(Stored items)
[Start of Attachment]
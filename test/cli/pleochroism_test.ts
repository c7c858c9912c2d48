import { describe, it } from "node:test";
import { expect } from "expect";
import { ROOT, runCli } from "../_run_cli.ts";

const base = (await Deno.readTextFile(`${ROOT}test/fixtures/colour/cr_corundum_1nm.csv`))
  .trim().split("\n").slice(1);
const spinel = (await Deno.readTextFile(`${ROOT}test/fixtures/colour/co_spinel_1nm.csv`))
  .trim().split("\n").slice(1);

/**
 * An export as a spectrometer in a decimal-comma locale writes it: semicolons, a preamble with
 * the sample, polarisation and thickness, values with decimal commas (invented layout).
 */
async function export_(dir: string, name: string, pol: string, rows: string[]): Promise<string> {
  const path = `${dir}/${name}.csv`;
  const body = rows.map((l) => l.split(",").map((v) => v.replace(".", ",")).join(";"));
  await Deno.writeTextFile(
    path,
    [`Sample;${name}`, `Polarisation;${pol}`, "Thickness (mm);2,0", "Wavelength (nm);T", ...body]
      .join("\r\n") + "\r\n",
  );
  return path;
}

describe("crystint pleochroism checks the files' polarisation against the argument order", () => {
  it("refuses e before o unless --force-order; the right order runs", async () => {
    const dir = await Deno.makeTempDir();
    const o = await export_(dir, "R1-o", "o", base);
    const e = await export_(dir, "R1-e", "e", spinel);
    const wrong = await runCli("pleochroism", e, o, "--json");
    expect(wrong.code).toBe(1);
    expect(wrong.stderr).toMatch(/R1-e\.csv says polarisation e/);
    expect(wrong.stderr).toMatch(/--force-order/);
    expect(wrong.stdout).toBe("");

    const forced = await runCli("pleochroism", e, o, "--force-order", "--json");
    expect(forced.code).toBe(0);
    expect(forced.stderr).toMatch(/--force-order keeps the order given/);
    const [f] = JSON.parse(forced.stdout);
    expect(f.sampleO).toBe("R1-e");

    const right = await runCli("pleochroism", o, e, "--json");
    expect(right.code).toBe(0);
    const [r] = JSON.parse(right.stdout);
    expect(r.sampleO).toBe("R1-o");
    expect(r.sampleE).toBe("R1-e");
    // swapping o and e swaps their colours: the o row of one is the e row of the other
    expect(r.Lo).toBeCloseTo(f.Le, 9);
    expect(r.dE00oe).toBeCloseTo(f.dE00oe, 9);
  });

  it("one file saying e given first, the other unlabelled, is refused too", async () => {
    const dir = await Deno.makeTempDir();
    const e = await export_(dir, "S-e", "E", base);
    const plain = `${ROOT}test/fixtures/colour/co_spinel_1nm.csv`;
    const r = await runCli("pleochroism", e, plain, "--thickness", "2");
    expect(r.code).toBe(1);
    expect(r.stderr).toMatch(/says polarisation e/);
  });
});
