import { describe, it } from "node:test";
import { expect } from "expect";
import { ROOT, runCli } from "../_run_cli.ts";
import { csvHeader } from "../../lib/analysis/csv_headers.ts";

const fixture = (p: string) => `${ROOT}test/fixtures/${p}`;
const run = runCli;

const KEYS = [
  "sample",
  "file",
  "illuminant",
  "observer",
  "pathMm",
  "X",
  "Y",
  "Z",
  "x",
  "y",
  "L",
  "a",
  "b",
  "C",
  "h",
];

describe("crystint color (machine contract)", () => {
  it("--json prints one row per sample × illuminant × observer with the contract keys", async () => {
    const r = await run(
      "color",
      fixture("colour/cr_corundum_1nm.csv"),
      "--ordinate",
      "transmittance",
      "--illuminant",
      "D65,A",
      "--observer",
      "2,10",
      "--json",
    );
    expect(r.code).toBe(0);
    const rows = JSON.parse(r.stdout);
    expect(rows.length).toBe(4);
    for (const row of rows) for (const k of KEYS) expect(row).toHaveProperty(k);
    expect(rows.map((x: { observer: string }) => x.observer)).toEqual(["2", "10", "2", "10"]);
    expect(rows[0].h).toBeGreaterThanOrEqual(0);
    expect(rows[0].h).toBeLessThan(360);
  });

  it("--csv prints a header row and the same numbers", async () => {
    const r = await run(
      "color",
      fixture("colour/cr_corundum_1nm.csv"),
      "--csv",
      "--illuminant",
      "D65",
    );
    expect(r.code).toBe(0);
    const [header, first] = r.stdout.trim().split("\n");
    // the readable headers of the one mapping (lib/analysis/csv_headers.ts), in contract order
    expect(header!.split(",").slice(0, KEYS.length)).toEqual(KEYS.map(csvHeader));
    expect(first!.split(",")[2]).toBe("D65");
  });

  it("--path rescales by Beer–Lambert: doubling the path of a 2 mm slab darkens it", async () => {
    const a = JSON.parse(
      (await run(
        "color",
        fixture("colour/cr_corundum_1nm.csv"),
        "--thickness",
        "2",
        "--json",
        "--illuminant",
        "D65",
      )).stdout,
    );
    const b = JSON.parse(
      (await run(
        "color",
        fixture("colour/cr_corundum_1nm.csv"),
        "--thickness",
        "2",
        "--path",
        "4",
        "--json",
        "--illuminant",
        "D65",
      )).stdout,
    );
    expect(a[0].pathMm).toBe(2);
    expect(b[0].pathMm).toBe(4);
    expect(b[0].Y).toBeLessThan(a[0].Y);
  });

  it("exit 2 when some inputs fail, the others still reported; errors name file and line", async () => {
    const r = await run(
      "color",
      fixture("colour/ramp_2nm.csv"),
      fixture("exports/bad/non_numeric_cell.csv"),
      "--json",
    );
    expect(r.code).toBe(2);
    expect(JSON.parse(r.stdout).length).toBe(2);
    expect(r.stderr).toContain("non_numeric_cell.csv:5:");
  });

  it("exit 1 for usage errors: unknown option, unknown illuminant, bad observer, no files", async () => {
    expect((await run("color", fixture("colour/ramp_2nm.csv"), "--bogus")).code).toBe(1);
    expect((await run("color", fixture("colour/ramp_2nm.csv"), "--illuminant", "Q9")).code).toBe(1);
    expect((await run("color", fixture("colour/ramp_2nm.csv"), "--observer", "5")).code).toBe(1);
    expect((await run("color")).code).toBe(1);
  });

  it("--help shows usage with an example, exit 0", async () => {
    const r = await run("color", "--help");
    expect(r.code).toBe(0);
    expect(r.stdout).toMatch(/Example:/);
  });

  it("a custom illuminant SPD file can be named in --illuminant", async () => {
    const spd = await Deno.makeTempFile({ suffix: ".csv" });
    await Deno.writeTextFile(
      spd,
      "nm,T\n" + Array.from({ length: 95 }, (_, i) => `${360 + 5 * i},1`).join("\n"),
    );
    const r = await run(
      "color",
      fixture("colour/neutral_grey_5nm.csv"),
      "--illuminant",
      spd,
      "--json",
    );
    await Deno.remove(spd);
    expect(r.code).toBe(0);
    const [row] = JSON.parse(r.stdout);
    expect(row.Y).toBeCloseTo(30, 6);
    expect(row.x).toBeCloseTo(1 / 3, 2);
  });
});
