import { describe, it } from "node:test";
import { expect } from "expect";
import fc from "fast-check";
import { stringify } from "csv-stringify/sync";
import { toCsv } from "../../cli/_shared.ts";
import { CSV_HEADERS, csvHeader } from "../../lib/analysis/csv_headers.ts";

/** The cell mapping of the CLI's CSV contract: blank for missing, true/false, JSON for objects. */
const cell = (v: unknown) =>
  v === undefined || v === null
    ? ""
    : typeof v === "boolean"
    ? (v ? "true" : "false")
    : typeof v === "object"
    ? JSON.stringify(v)
    : v;

/** Reference: csv-stringify (npm) with its defaults, as toCsv was first written. */
const reference = (rows: Record<string, unknown>[], keys: string[]) =>
  stringify(rows.map((r) => keys.map((k) => cell(r[k]))), {
    header: true,
    columns: keys.map(csvHeader),
  });

describe("toCsv", () => {
  const keys = [...Object.keys(CSV_HEADERS).slice(0, 6), "someExtraColumn"];
  const value = fc.oneof(
    fc.string(),
    fc.constantFrom("a,b", 'say "x"', "two\nlines", "cr\rlf", "", " lead", "1,5"),
    fc.double(),
    fc.integer(),
    fc.boolean(),
    fc.constant(null),
    fc.constant(undefined),
    fc.record({ L: fc.double(), note: fc.string() }),
    fc.array(fc.integer(), { maxLength: 3 }),
  );
  it("writes the same text as csv-stringify for any cells (quotes, commas, line breaks)", () => {
    fc.assert(
      fc.property(
        fc.array(fc.dictionary(fc.constantFrom(...keys), value), { maxLength: 8 }),
        (rows) => {
          expect(toCsv(rows, keys)).toBe(reference(rows, keys));
        },
      ),
      { numRuns: 300 },
    );
  });
  it("writes only the header line for no rows, as csv-stringify does", () => {
    expect(toCsv([], keys)).toBe(reference([], keys));
  });
});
[End of Attachment]
WHAT TO WORK ON: The word to find is "prints". Copy every line of the data that holds it.

COMPLETED TASK:
  it("--json prints one row per sample × illuminant × observer with the contract keys", async () => {
  it("--csv prints a header row and the same numbers", async () => {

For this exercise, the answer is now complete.